# Looking for assistance with a coffeetable design



## Bj_D (Jun 8, 2012)

I'm looking to build a coffee table and need assistance with the design on how the legs will attach.

The plan was to make the top styled after a butchers block/workbench and finish it with a weathered/used look.

In looking for ideas, I came across this website and loved the look of this table:

http://www.brueg.com/projects/butcher-block-coffee-table/

instead of using solid legs in a "hoop" fashion, I plan to use stacked oak plywood ( I have alot of scraps leftover from a big project) and and mitre the corners showing the exposed ply edge all the way around. I'd love to assemble this table without any stringers (like the one on the site) but am concerned about a need for some additional support for these joints (the legs) and the legs attached to the top). If feasible, I'd love to have my top in 3 sections as well.

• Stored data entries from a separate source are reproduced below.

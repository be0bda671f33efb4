package gen

import (
	"math"

	"groundtally/geo"
)

// km makes a point from kilometres.
func km(x, y float64) geo.XY { return geo.XY{X: x * 1000, Y: y * 1000} }

func kms(c ...float64) []geo.XY {
	out := make([]geo.XY, 0, len(c)/2)
	for i := 0; i+1 < len(c); i += 2 {
		out = append(out, km(c[i], c[i+1]))
	}
	return out
}

func cross(a, b geo.XY) float64 { return float64(a.X*b.Y) - float64(a.Y*b.X) }
func dot(a, b geo.XY) float64   { return float64(a.X*b.X) + float64(a.Y*b.Y) }

// along gives a + t·(b-a).
func along(a, b geo.XY, t float64) geo.XY { return geo.XY{X: lerp(a.X, b.X, t), Y: lerp(a.Y, b.Y, t)} }

// shift gives p + d·u.
func shift(p, u geo.XY, d float64) geo.XY {
	return geo.XY{X: p.X + float64(u.X*d), Y: p.Y + float64(u.Y*d)}
}

// unit gives the direction from a to b, the zero vector when they coincide.
func unit(a, b geo.XY) geo.XY {
	l := a.Dist(b)
	if l == 0 {
		return geo.XY{}
	}
	return geo.XY{X: (b.X - a.X) / l, Y: (b.Y - a.Y) / l}
}

// left turns a vector a quarter to the left.
func left(u geo.XY) geo.XY { return geo.XY{X: -u.Y, Y: u.X} }

// heading gives the unit vector at an angle in radians from east, turning left.
func heading(a float64) geo.XY { return geo.XY{X: math.Cos(a), Y: math.Sin(a)} }

// snap rounds to centimetres, so that later steps start from settled numbers.
func snap(p geo.XY) geo.XY {
	return geo.XY{X: math.Round(p.X*100) / 100, Y: math.Round(p.Y*100) / 100}
}

// ringArea is positive for a ring that turns left. Rings here are open: the first point is not repeated.
func ringArea(r []geo.XY) float64 {
	s := 0.0
	for i := range r {
		s += cross(r[i].Sub(r[0]), r[(i+1)%len(r)].Sub(r[0]))
	}
	return s / 2
}

func ringCentroid(r []geo.XY) geo.XY {
	var sx, sy, s float64
	for i := range r {
		a, b := r[i].Sub(r[0]), r[(i+1)%len(r)].Sub(r[0])
		c := cross(a, b)
		s += c
		sx += float64(c * (a.X + b.X))
		sy += float64(c * (a.Y + b.Y))
	}
	if s == 0 {
		return r[0]
	}
	return geo.XY{X: r[0].X + sx/(3*s), Y: r[0].Y + sy/(3*s)}
}

func ringLength(r []geo.XY) float64 {
	s := 0.0
	for i := range r {
		s += r[i].Dist(r[(i+1)%len(r)])
	}
	return s
}

func lineLength(l []geo.XY) float64 {
	s := 0.0
	for i := 1; i < len(l); i++ {
		s += l[i-1].Dist(l[i])
	}
	return s
}

func inRing(p geo.XY, r []geo.XY) bool {
	in := false
	for i := range r {
		a, b := r[i], r[(i+1)%len(r)]
		if (a.Y > p.Y) != (b.Y > p.Y) && p.X < a.X+float64((b.X-a.X)*(p.Y-a.Y))/(b.Y-a.Y) {
			in = !in
		}
	}
	return in
}

// segmentNearest gives the distance from p to the segment and where along it the nearest point lies.
func segmentNearest(p, a, b geo.XY) (distM, t float64) {
	d := b.Sub(a)
	l2 := dot(d, d)
	if l2 > 0 {
		t = clamp(dot(p.Sub(a), d)/l2, 0, 1)
	}
	return p.Dist(along(a, b, t)), t
}

// lineNearest gives the distance from p to a line and the running metres of the nearest point.
func lineNearest(p geo.XY, l []geo.XY) (distM, atM float64) {
	distM = math.Inf(1)
	run := 0.0
	for i := 1; i < len(l); i++ {
		d, t := segmentNearest(p, l[i-1], l[i])
		seg := l[i-1].Dist(l[i])
		if d < distM {
			distM, atM = d, run+float64(t*seg)
		}
		run += seg
	}
	return distM, atM
}

// pointAt gives the point and direction at running metres along a line.
func pointAt(l []geo.XY, atM float64) (p, dir geo.XY) {
	for i := 1; i < len(l); i++ {
		seg := l[i-1].Dist(l[i])
		if atM <= seg || i == len(l)-1 {
			return along(l[i-1], l[i], clamp(atM/seg, 0, 1)), unit(l[i-1], l[i])
		}
		atM -= seg
	}
	return l[0], geo.XY{}
}

// crossing gives where two segments properly cross, as shares of both.
func crossing(a, b, c, d geo.XY) (t, u float64, ok bool) {
	r, s := b.Sub(a), d.Sub(c)
	den := cross(r, s)
	if den == 0 {
		return 0, 0, false
	}
	q := c.Sub(a)
	t, u = cross(q, s)/den, cross(q, r)/den
	return t, u, t >= 0 && t <= 1 && u >= 0 && u <= 1
}

// simplify drops points of a line that lie within tol of the chord between kept ones.
func simplify(l []geo.XY, tolM float64) []geo.XY {
	if len(l) < 3 {
		return l
	}
	worst, at := -1.0, 0
	for i := 1; i < len(l)-1; i++ {
		if d, _ := segmentNearest(l[i], l[0], l[len(l)-1]); d > worst {
			worst, at = d, i
		}
	}
	if worst <= tolM {
		return []geo.XY{l[0], l[len(l)-1]}
	}
	head := simplify(l[:at+1], tolM)
	return append(append([]geo.XY{}, head...), simplify(l[at:], tolM)[1:]...)
}

// simplifyRing does the same for an open ring, keeping its first point and the one farthest from it.
func simplifyRing(r []geo.XY, tolM float64) []geo.XY {
	far, at := -1.0, 0
	for i, p := range r {
		if d := p.Dist(r[0]); d > far {
			far, at = d, i
		}
	}
	first := simplify(r[:at+1], tolM)
	second := simplify(append(append([]geo.XY{}, r[at:]...), r[0]), tolM)
	return append(append([]geo.XY{}, first...), second[1:len(second)-1]...)
}

// curve draws a smooth closed curve through the control points (Catmull and Rom 1974), n points each.
func curve(c []geo.XY, n int) []geo.XY {
	var out []geo.XY
	k := len(c)
	for i := range c {
		p0, p1, p2, p3 := c[(i+k-1)%k], c[i], c[(i+1)%k], c[(i+2)%k]
		for j := range n {
			t := float64(j) / float64(n)
			out = append(out, geo.XY{X: catmull(p0.X, p1.X, p2.X, p3.X, t), Y: catmull(p0.Y, p1.Y, p2.Y, p3.Y, t)})
		}
	}
	return out
}

func catmull(a, b, c, d, t float64) float64 {
	return b + float64(0.5*float64(t*(c-a+float64(t*(float64(2*a)-float64(5*b)+float64(4*c)-d+float64(t*(float64(3*(b-c))+d-a)))))))
}

// simpleRing reports whether no two edges of the ring cross or touch but at shared ends.
func simpleRing(r []geo.XY) bool {
	n := len(r)
	if n < 3 {
		return false
	}
	for i := range n {
		a, b := r[i], r[(i+1)%n]
		if a == b {
			return false
		}
		lox, hix := math.Min(a.X, b.X), math.Max(a.X, b.X)
		loy, hiy := math.Min(a.Y, b.Y), math.Max(a.Y, b.Y)
		for j := i + 2; j < n; j++ {
			if i == 0 && j == n-1 {
				continue
			}
			c, d := r[j], r[(j+1)%n]
			if math.Max(c.X, d.X) < lox || math.Min(c.X, d.X) > hix || math.Max(c.Y, d.Y) < loy || math.Min(c.Y, d.Y) > hiy {
				continue
			}
			if _, _, ok := crossing(a, b, c, d); ok {
				return false
			}
		}
	}
	return true
}

// segments is a bucket index over many line segments.
type segments struct {
	cell    float64
	buckets map[[2]int][]int32
	a, b    []geo.XY
	tag     []int
}

func newSegments(cellM float64) *segments {
	return &segments{cell: cellM, buckets: map[[2]int][]int32{}}
}

func (s *segments) key(x, y float64) (int, int) {
	return int(math.Floor(x / s.cell)), int(math.Floor(y / s.cell))
}

func (s *segments) add(a, b geo.XY, tag int) {
	id := int32(len(s.a))
	s.a, s.b, s.tag = append(s.a, a), append(s.b, b), append(s.tag, tag)
	i0, j0 := s.key(math.Min(a.X, b.X), math.Min(a.Y, b.Y))
	i1, j1 := s.key(math.Max(a.X, b.X), math.Max(a.Y, b.Y))
	for i := i0; i <= i1; i++ {
		for j := j0; j <= j1; j++ {
			s.buckets[[2]int{i, j}] = append(s.buckets[[2]int{i, j}], id)
		}
	}
}

func (s *segments) addLine(l []geo.XY, tag int) {
	for i := 1; i < len(l); i++ {
		s.add(l[i-1], l[i], tag)
	}
}

func (s *segments) addRing(r []geo.XY, tag int) {
	s.addLine(r, tag)
	s.add(r[len(r)-1], r[0], tag)
}

// nearest gives the distance to the nearest segment and its tag; maxM and -1 when none is closer.
func (s *segments) nearest(p geo.XY, maxM float64) (float64, int) {
	best, tag := maxM, -1
	ci, cj := s.key(p.X, p.Y)
	for ring := 0; float64(ring-1)*s.cell < best; ring++ {
		for i := ci - ring; i <= ci+ring; i++ {
			for j := cj - ring; j <= cj+ring; j++ {
				if i != ci-ring && i != ci+ring && j != cj-ring && j != cj+ring {
					continue
				}
				for _, id := range s.buckets[[2]int{i, j}] {
					if d, _ := segmentNearest(p, s.a[id], s.b[id]); d < best {
						best, tag = d, s.tag[id]
					}
				}
			}
		}
	}
	return best, tag
}

// near lists the segments whose buckets the box meets, in rising order, each once.
func (s *segments) near(e geo.Extent) []int32 {
	var out []int32
	seen := map[int32]bool{}
	i0, j0 := s.key(e.MinX, e.MinY)
	i1, j1 := s.key(e.MaxX, e.MaxY)
	for i := i0; i <= i1; i++ {
		for j := j0; j <= j1; j++ {
			for _, id := range s.buckets[[2]int{i, j}] {
				if !seen[id] {
					seen[id] = true
					out = append(out, id)
				}
			}
		}
	}
	return out
}

// field is a grid of values at nodes.
type field struct {
	nx, ny       int
	x0, y0, cell float64
	v            []float64
}

func newField(nx, ny int, x0, y0, cellM float64) *field {
	return &field{nx: nx, ny: ny, x0: x0, y0: y0, cell: cellM, v: make([]float64, nx*ny)}
}

func (f *field) node(k int) geo.XY {
	return geo.XY{X: f.x0 + float64(f.cell*float64(k%f.nx)), Y: f.y0 + float64(f.cell*float64(k/f.nx))}
}

func (f *field) get(i, j int) float64 {
	return f.v[min(max(j, 0), f.ny-1)*f.nx+min(max(i, 0), f.nx-1)]
}

// at interpolates linearly between the four nodes around p.
func (f *field) at(p geo.XY) float64 {
	x, y := (p.X-f.x0)/f.cell, (p.Y-f.y0)/f.cell
	i, j := int(math.Floor(x)), int(math.Floor(y))
	u, v := x-float64(i), y-float64(j)
	return lerp(lerp(f.get(i, j), f.get(i+1, j), u), lerp(f.get(i, j+1), f.get(i+1, j+1), u), v)
}

// smooth interpolates with cubic curves through sixteen nodes.
func (f *field) smooth(p geo.XY) float64 {
	x, y := (p.X-f.x0)/f.cell, (p.Y-f.y0)/f.cell
	i, j := int(math.Floor(x)), int(math.Floor(y))
	u, v := x-float64(i), y-float64(j)
	var row [4]float64
	for k := range 4 {
		jj := j - 1 + k
		row[k] = catmull(f.get(i-1, jj), f.get(i, jj), f.get(i+1, jj), f.get(i+2, jj), u)
	}
	return catmull(row[0], row[1], row[2], row[3], v)
}

// slope gives the gradient at p as rise over run, by differences over one cell to either side.
func (f *field) slope(p geo.XY) geo.XY {
	d := f.cell
	return geo.XY{
		X: (f.at(geo.XY{X: p.X + d, Y: p.Y}) - f.at(geo.XY{X: p.X - d, Y: p.Y})) / (2 * d),
		Y: (f.at(geo.XY{X: p.X, Y: p.Y + d}) - f.at(geo.XY{X: p.X, Y: p.Y - d})) / (2 * d),
	}
}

I'm looking for suggestions on how to join the legs to the table and keep this solid and sturdy.

The top is made from reclaimed 2×4's planed down to 2.5 inches and the legs again are stacked and glued oak ply 2.5 inch square.


----------



## PineChopper (May 21, 2012)

Have you tried looking at the projects list then go to tables. You might be able to get some good ideas.


----------



## Bj_D (Jun 8, 2012)

I'm wondering if what I want to do ultimately isn't possible. I've been hrought he projects list.


----------



## PurpLev (May 30, 2008)

anything is possible if you think it through. you could mortise the top to take the legs in for added stability. it being a coffee table would be on the smaller side of tables, and might just work out. I'm not sure though what you mean about the legs being stacked and mitered exposing the plies (visually I'm not getting it).


----------



## Bj_D (Jun 8, 2012)

Think squares of plywood glued on top of each other to create a "board" but being able to see the horizontal layers of the ply.

Similar to how the plywood is used to make this : http://www.maumdesign.com/images/edge/ed2.jpg


----------



## JarodMorris (Nov 24, 2011)

I love the idea of using plywood stacked. We usually think of how to hide that we're using plywood (Edge banding, etc.) I like this because you just put it out there and say "Yeah, it's plywood and it's great." Very cool use of plywood.


----------



## renners (Apr 9, 2010)

Regarding the legs, if your squares are all the same, you could make a jig for boring a hole in the middle, glue them and connect with a threaded rod, to keep it all tight and stiffen it up. I'm not exactly sure where you'd begin cleaning it up if you didn't have a thickness sander.

As for attaching the top, hmmm. How would it be if you made a top of doubled up plywood, that you could then attach the legs to using the threaded rod, then glue down strips of oak and edge the whole thing? You could make it look like three sections then - though you're effectively adding a thick veneer.
The only downside is you'd lose the end grain at the table ends.


----------



## sixstring (Apr 4, 2012)

mortise and tenon. in this case, make the top 2 layers of the legs smaller than the rest. this will be the tenon. and then mortise the underside of the tabletop and voila. for more support, you could have a hidden plywood stringer between the legs which are also inset into the underside of the tabletop. the glue up is gonna be messy!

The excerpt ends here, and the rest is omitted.